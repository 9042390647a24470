//! What is to be measured: boards, temperatures, loads, rates, and how often.

use crate::units::{Celsius, Ohms};
use serde::{Deserialize, Serialize};

/// A study as it was ordered. No list is empty.
#[derive(Clone, Debug, PartialEq, Serialize, Deserialize)]
pub struct Plan {
    /// Serial numbers.
    pub boards: Vec<String>,
    /// Temperatures of the board, degC; `None` for the room as it is.
    #[serde(rename = "temperatures_c")]
    pub temperatures: Vec<Option<Celsius>>,
    /// Loads behind the switch, ohm.
    #[serde(rename = "loads_ohm")]
    pub loads: Vec<Ohms>,
    /// Rates of the ramp, V/s; `None` for the pace of the profile, which waits out the board's delays.
    #[serde(rename = "rates_v_per_s")]
    pub rates: Vec<Option<f64>>,
    /// Cycles of each board at each temperature, load and rate.
    pub cycles: u32,
}

/// One cycle to be measured, as positions in the lists of the plan.
#[derive(Clone, Copy, Debug, PartialEq, Eq, Hash, PartialOrd, Ord, Serialize, Deserialize)]
pub struct Order {
    /// Which board.
    pub board: usize,
    /// Which temperature.
    pub temperature: usize,
    /// Which load.
    pub load: usize,
    /// Which cycle at this rate, counted from 0.
    pub cycle: u32,
    /// Which rate.
    pub rate: usize,
}

/// What somebody must bring about by hand before a cycle.
#[derive(Clone, Copy, Debug, PartialEq, Eq, Hash, PartialOrd, Ord)]
pub struct Place {
    /// Which board is in the fixture.
    pub board: usize,
    /// Which temperature it has.
    pub temperature: usize,
    /// Which load is behind its switch.
    pub load: usize,
}

impl Order {
    /// What must be in place for it.
    pub fn place(&self) -> Place {
        Place { board: self.board, temperature: self.temperature, load: self.load }
    }
}

impl Plan {
    /// All cycles in the order in which they are measured. Boards change least often, then temperatures, then loads, so
    /// that there is little to do by hand; the rates take turns, so that a drift does not look like a delay.
    pub fn orders(&self) -> impl Iterator<Item = Order> + '_ {
        self.places().flat_map(move |Place { board, temperature, load }| {
            (0..self.cycles).flat_map(move |cycle| {
                (0..self.rates.len()).map(move |rate| Order { board, temperature, load, cycle, rate })
            })
        })
    }

    /// Every arrangement by hand, in the order in which they come.
    pub fn places(&self) -> impl Iterator<Item = Place> + '_ {
        (0..self.boards.len()).flat_map(move |board| {
            (0..self.temperatures.len()).flat_map(move |temperature| {
                (0..self.loads.len()).map(move |load| Place { board, temperature, load })
            })
        })
    }

    /// Number of cycles in all.
    pub fn total(&self) -> usize {
        self.places().count() * self.rates.len() * self.cycles as usize
    }
}

#[cfg(test)]
mod tests {
    use super::*;

    #[test]
    fn boards_change_least_often_and_rates_take_turns() {
        let plan = Plan {
            boards: vec!["a".to_owned(), "b".to_owned()],
            temperatures: vec![Some(Celsius(-20.0)), Some(Celsius(60.0))],
            loads: vec![Ohms(55.0)],
            rates: vec![Some(0.05), Some(0.5)],
            cycles: 2,
        };
        let orders: Vec<_> = plan.orders().map(|o| (o.board, o.temperature, o.cycle, o.rate)).collect();
        assert_eq!(orders[..5], [(0, 0, 0, 0), (0, 0, 0, 1), (0, 0, 1, 0), (0, 0, 1, 1), (0, 1, 0, 0)]);
        assert_eq!((orders.len(), plan.total()), (16, 16));
        let changes = orders.windows(2).filter(|pair| (pair[0].0, pair[0].1) != (pair[1].0, pair[1].1));
        assert_eq!(changes.count(), 3, "four places, three changes by hand");
    }
}
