/** The yardstick: Express that reads JSON and sends it back, and nothing else. */
import express from 'express';

const app = express();
app.disable('x-powered-by');
app.set('etag', false);
app.use(express.json());
app.post('/echo', (request, response) => response.json(request.body));
const server = app.listen(0, '127.0.0.1', () => {
  const address = server.address();
  const port = typeof address === 'object' ? address?.port : undefined;
  console.log(JSON.stringify({ msg: 'listening', port }));
});
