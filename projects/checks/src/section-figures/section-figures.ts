import {
  ChangeDetectionStrategy,
  Component,
  computed,
  input,
  ViewEncapsulation,
} from '@angular/core';
import type { CheckAnswer } from '../contract';
import { InteractionDiagram } from '../interaction-diagram/interaction-diagram';
import { PointsTable } from '../points-table/points-table';
import type { SectionModel } from '../section-drawing/section-model';
import { StressDrawing } from '../stress-drawing/stress-drawing';
import { governingPoint } from './governing-point';

/** What an answer about a cross-section shows under its form: shear, interaction, named points. */
@Component({
  selector: 'htc-section-figures',
  templateUrl: './section-figures.html',
  imports: [InteractionDiagram, PointsTable, StressDrawing],
  host: { class: 'ht-figures' },
  changeDetection: ChangeDetectionStrategy.OnPush,
  encapsulation: ViewEncapsulation.None,
})
export class SectionFigures {
  readonly answer = input.required<CheckAnswer>();
  /** The section of the answer. */
  readonly model = input<SectionModel | null>(null);

  protected readonly governing = computed(() => governingPoint(this.answer()));
  protected readonly walls = computed(() => this.answer().walls ?? []);
  protected readonly curves = computed(() => this.answer().interaction ?? []);
  /** The section, where there is shear along it that can be drawn. */
  protected readonly shear = computed(() => {
    const sheared = this.walls().some(({ points }) =>
      points.some(({ tau }) => Math.abs(tau) > 1e-9),
    );
    return sheared ? this.model() : null;
  });
  /** The curves that do not stand beside the shear. */
  protected readonly others = computed(() => this.curves().slice(this.shear() ? 1 : 0));
}
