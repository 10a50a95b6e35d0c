import {
  ChangeDetectionStrategy,
  Component,
  computed,
  input,
  ViewEncapsulation,
} from '@angular/core';
import type { CheckAnswer } from '../contract';
import { SectionDrawing } from '../section-drawing/section-drawing';
import { answeredSection, type SectionModel } from '../section-drawing/section-model';
import { StressDrawing } from '../stress-drawing/stress-drawing';
import { governingPoint } from './governing-point';

/** The section as it is typed and, beside it, the stress that the answer tells of. */
@Component({
  selector: 'htc-section-and-stress',
  templateUrl: './section-and-stress.html',
  imports: [SectionDrawing, StressDrawing],
  changeDetection: ChangeDetectionStrategy.OnPush,
  encapsulation: ViewEncapsulation.None,
})
export class SectionAndStress {
  readonly model = input.required<SectionModel | null>();
  readonly answer = input<CheckAnswer | null>(null);
  /** Whether the answer belongs to the form before its last change. */
  readonly stale = input(false);

  protected readonly walls = computed(() => this.answer()?.walls ?? []);
  protected readonly advice = computed(
    () => this.answer()?.advisories.map(({ code }) => code) ?? [],
  );
  protected readonly governing = computed(() => {
    const answer = this.answer();
    return answer ? governingPoint(answer) : undefined;
  });
  /** The section of the answer, where there is stress along it. */
  protected readonly stressed = computed(() => {
    const sketch = this.answer()?.section;
    const any = this.walls().some(({ points }) =>
      points.some(({ sigma }) => Math.abs(sigma) > 1e-9),
    );
    const section = sketch && any ? answeredSection(sketch) : null;
    // Beside another section its stress would be read as the stress of that one.
    return section && isAlike(section, this.model()) ? section : null;
  });
}

/** Whether both are drawn alike, but for what an answer adds. */
function isAlike(one: SectionModel, other: SectionModel | null): boolean {
  return one.shape === other?.shape && one.depth === other.depth && one.width === other.width;
}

_EXERCISE DESCRIPTION_
Every line of the listing should be reproduced exactly.

_YOUR RESPONSE_
repository 9042390647a24470
//! What is to be measured: boards, temperatures, loads, rates, and how often.

use crate::units::{Celsius, Ohms};
use serde::{Deserialize, Serialize};

/// A study as it was ordered. No list is empty.
#[derive(Clone, Debug, PartialEq, Serialize, Deserialize)]
pub struct Plan {
    /// Serial numbers.
    pub boards: Vec<String>,
    /// Temperatures of the board, degC; `None` for the room as it is.
    #[serde(rename = "temperatures_c")]
    pub temperatures: Vec<Option<Celsius>>,
    /// Loads behind the switch, ohm.
    #[serde(rename = "loads_ohm")]
    pub loads: Vec<Ohms>,
    /// Rates of the ramp, V/s; `None` for the pace of the profile, which waits out the board's delays.
    #[serde(rename = "rates_v_per_s")]
    pub rates: Vec<Option<f64>>,
    /// Cycles of each board at each temperature, load and rate.
    pub cycles: u32,
}

/// One cycle to be measured, as positions in the lists of the plan.
#[derive(Clone, Copy, Debug, PartialEq, Eq, Hash, PartialOrd, Ord, Serialize, Deserialize)]
pub struct Order {
    /// Which board.
    pub board: usize,
    /// Which temperature.
    pub temperature: usize,
    /// Which load.
    pub load: usize,
    /// Which cycle at this rate, counted from 0.
    pub cycle: u32,
    /// Which rate.
    pub rate: usize,
}

/// What somebody must bring about by hand before a cycle.
#[derive(Clone, Copy, Debug, PartialEq, Eq, Hash, PartialOrd, Ord)]
pub struct Place {
    /// Which board is in the fixture.
    pub board: usize,
    /// Which temperature it has.
    pub temperature: usize,
    /// Which load is behind its switch.
    pub load: usize,
}

impl Order {
    /// What must be in place for it.
    pub fn place(&self) -> Place {
        Place { board: self.board, temperature: self.temperature, load: self.load }
    }
}

impl Plan {
    /// All cycles in the order in which they are measured. Boards change least often, then temperatures, then loads, so
    /// that there is little to do by hand; the rates take turns, so that a drift does not look like a delay.
    pub fn orders(&self) -> impl Iterator<Item = Order> + '_ {
        self.places().flat_map(move |Place { board, temperature, load }| {
            (0..self.cycles).flat_map(move |cycle| {
                (0..self.rates.len()).map(move |rate| Order { board, temperature, load, cycle, rate })
            })
        })
    }

    /// Every arrangement by hand, in the order in which they come.
    pub fn places(&self) -> impl Iterator<Item = Place> + '_ {
        (0..self.boards.len()).flat_map(move |board| {
            (0..self.temperatures.len()).flat_map(move |temperature| {
                (0..self.loads.len()).map(move |load| Place { board, temperature, load })
            })
        })
    }

    /// Number of cycles in all.
    pub fn total(&self) -> usize {
        self.places().count() * self.rates.len() * self.cycles as usize
    }
}

#[cfg(test)]
mod tests {
    use super::*;

    #[test]
    fn boards_change_least_often_and_rates_take_turns() {
        let plan = Plan {
            boards: vec!["a".to_owned(), "b".to_owned()],
            temperatures: vec![Some(Celsius(-20.0)), Some(Celsius(60.0))],
            loads: vec![Ohms(55.0)],
            rates: vec![Some(0.05), Some(0.5)],
            cycles: 2,
        };
        let orders: Vec<_> = plan.orders().map(|o| (o.board, o.temperature, o.cycle, o.rate)).collect();
        assert_eq!(orders[..5], [(0, 0, 0, 0), (0, 0, 0, 1), (0, 0, 1, 0), (0, 0, 1, 1), (0, 1, 0, 0)]);
        assert_eq!((orders.len(), plan.total()), (16, 16));
        let changes = orders.windows(2).filter(|pair| (pair[0].0, pair[0].1) != (pair[1].0, pair[1].1));
        assert_eq!(changes.count(), 3, "four places, three changes by hand");
    }
}
/** The yardstick: Express that reads JSON and sends it back, and nothing else. */
import express from 'express';

const app = express();
app.disable('x-powered-by');
app.set('etag', false);
app.use(express.json());
app.post('/echo', (request, response) => response.json(request.body));
const server = app.listen(0, '127.0.0.1', () => {
  const address = server.address();
  const port = typeof address === 'object' ? address?.port : undefined;
  console.log(JSON.stringify({ msg: 'listening', port }));
});
filename projects/checks/src/section-figures/section-figures.ts
import {
  ChangeDetectionStrategy,
  Component,
  computed,
  input,
  ViewEncapsulation,
} from '@angular/core';
import type { CheckAnswer } from '../contract';
import { InteractionDiagram } from '../interaction-diagram/interaction-diagram';
import { PointsTable } from '../points-table/points-table';
import type { SectionModel } from '../section-drawing/section-model';
import { StressDrawing } from '../stress-drawing/stress-drawing';
import { governingPoint } from './governing-point';

/** What an answer about a cross-section shows under its form: shear, interaction, named points. */
@Component({
  selector: 'htc-section-figures',
  templateUrl: './section-figures.html',
  imports: [InteractionDiagram, PointsTable, StressDrawing],
  host: { class: 'ht-figures' },
  changeDetection: ChangeDetectionStrategy.OnPush,
  encapsulation: ViewEncapsulation.None,
})
export class SectionFigures {
  readonly answer = input.required<CheckAnswer>();
  /** The section of the answer. */
  readonly model = input<SectionModel | null>(null);

  protected readonly governing = computed(() => governingPoint(this.answer()));
  protected readonly walls = computed(() => this.answer().walls ?? []);
  protected readonly curves = computed(() => this.answer().interaction ?? []);
  /** The section, where there is shear along it that can be drawn. */
  protected readonly shear = computed(() => {
    const sheared = this.walls().some(({ points }) =>
      points.some(({ tau }) => Math.abs(tau) > 1e-9),
    );
    return sheared ? this.model() : null;
  });
  /** The curves that do not stand beside the shear. */
  protected readonly others = computed(() => this.curves().slice(this.shear() ? 1 : 0));
}
repository 10a50a95b6e35d0c
import {
  ChangeDetectionStrategy,
  Component,
  computed,
  input,
  ViewEncapsulation,
} from '@angular/core';
import type { CheckAnswer } from '../contract';
import { SectionDrawing } from '../section-drawing/section-drawing';
import { answeredSection, type SectionModel } from '../section-drawing/section-model';
import { StressDrawing } from '../stress-drawing/stress-drawing';
import { governingPoint } from './governing-point';

/** The section as it is typed and, beside it, the stress that the answer tells of. */
@Component({
  selector: 'htc-section-and-stress',
  templateUrl: './section-and-stress.html',
  imports: [SectionDrawing, StressDrawing],
  changeDetection: ChangeDetectionStrategy.OnPush,
  encapsulation: ViewEncapsulation.None,
})
export class SectionAndStress {
  readonly model = input.required<SectionModel | null>();
  readonly answer = input<CheckAnswer | null>(null);
  /** Whether the answer belongs to the form before its last change. */
  readonly stale = input(false);

  protected readonly walls = computed(() => this.answer()?.walls ?? []);
  protected readonly advice = computed(
    () => this.answer()?.advisories.map(({ code }) => code) ?? [],
  );
  protected readonly governing = computed(() => {
    const answer = this.answer();
    return answer ? governingPoint(answer) : undefined;
  });
  /** The section of the answer, where there is stress along it. */
  protected readonly stressed = computed(() => {
    const sketch = this.answer()?.section;
    const any = this.walls().some(({ points }) =>
      points.some(({ sigma }) => Math.abs(sigma) > 1e-9),
    );
    const section = sketch && any ? answeredSection(sketch) : null;
    // Beside another section its stress would be read as the stress of that one.
    return section && isAlike(section, this.model()) ? section : null;
  });
}

/** Whether both are drawn alike, but for what an answer adds. */
function isAlike(one: SectionModel, other: SectionModel | null): boolean {
  return one.shape === other?.shape && one.depth === other.depth && one.width === other.width;
}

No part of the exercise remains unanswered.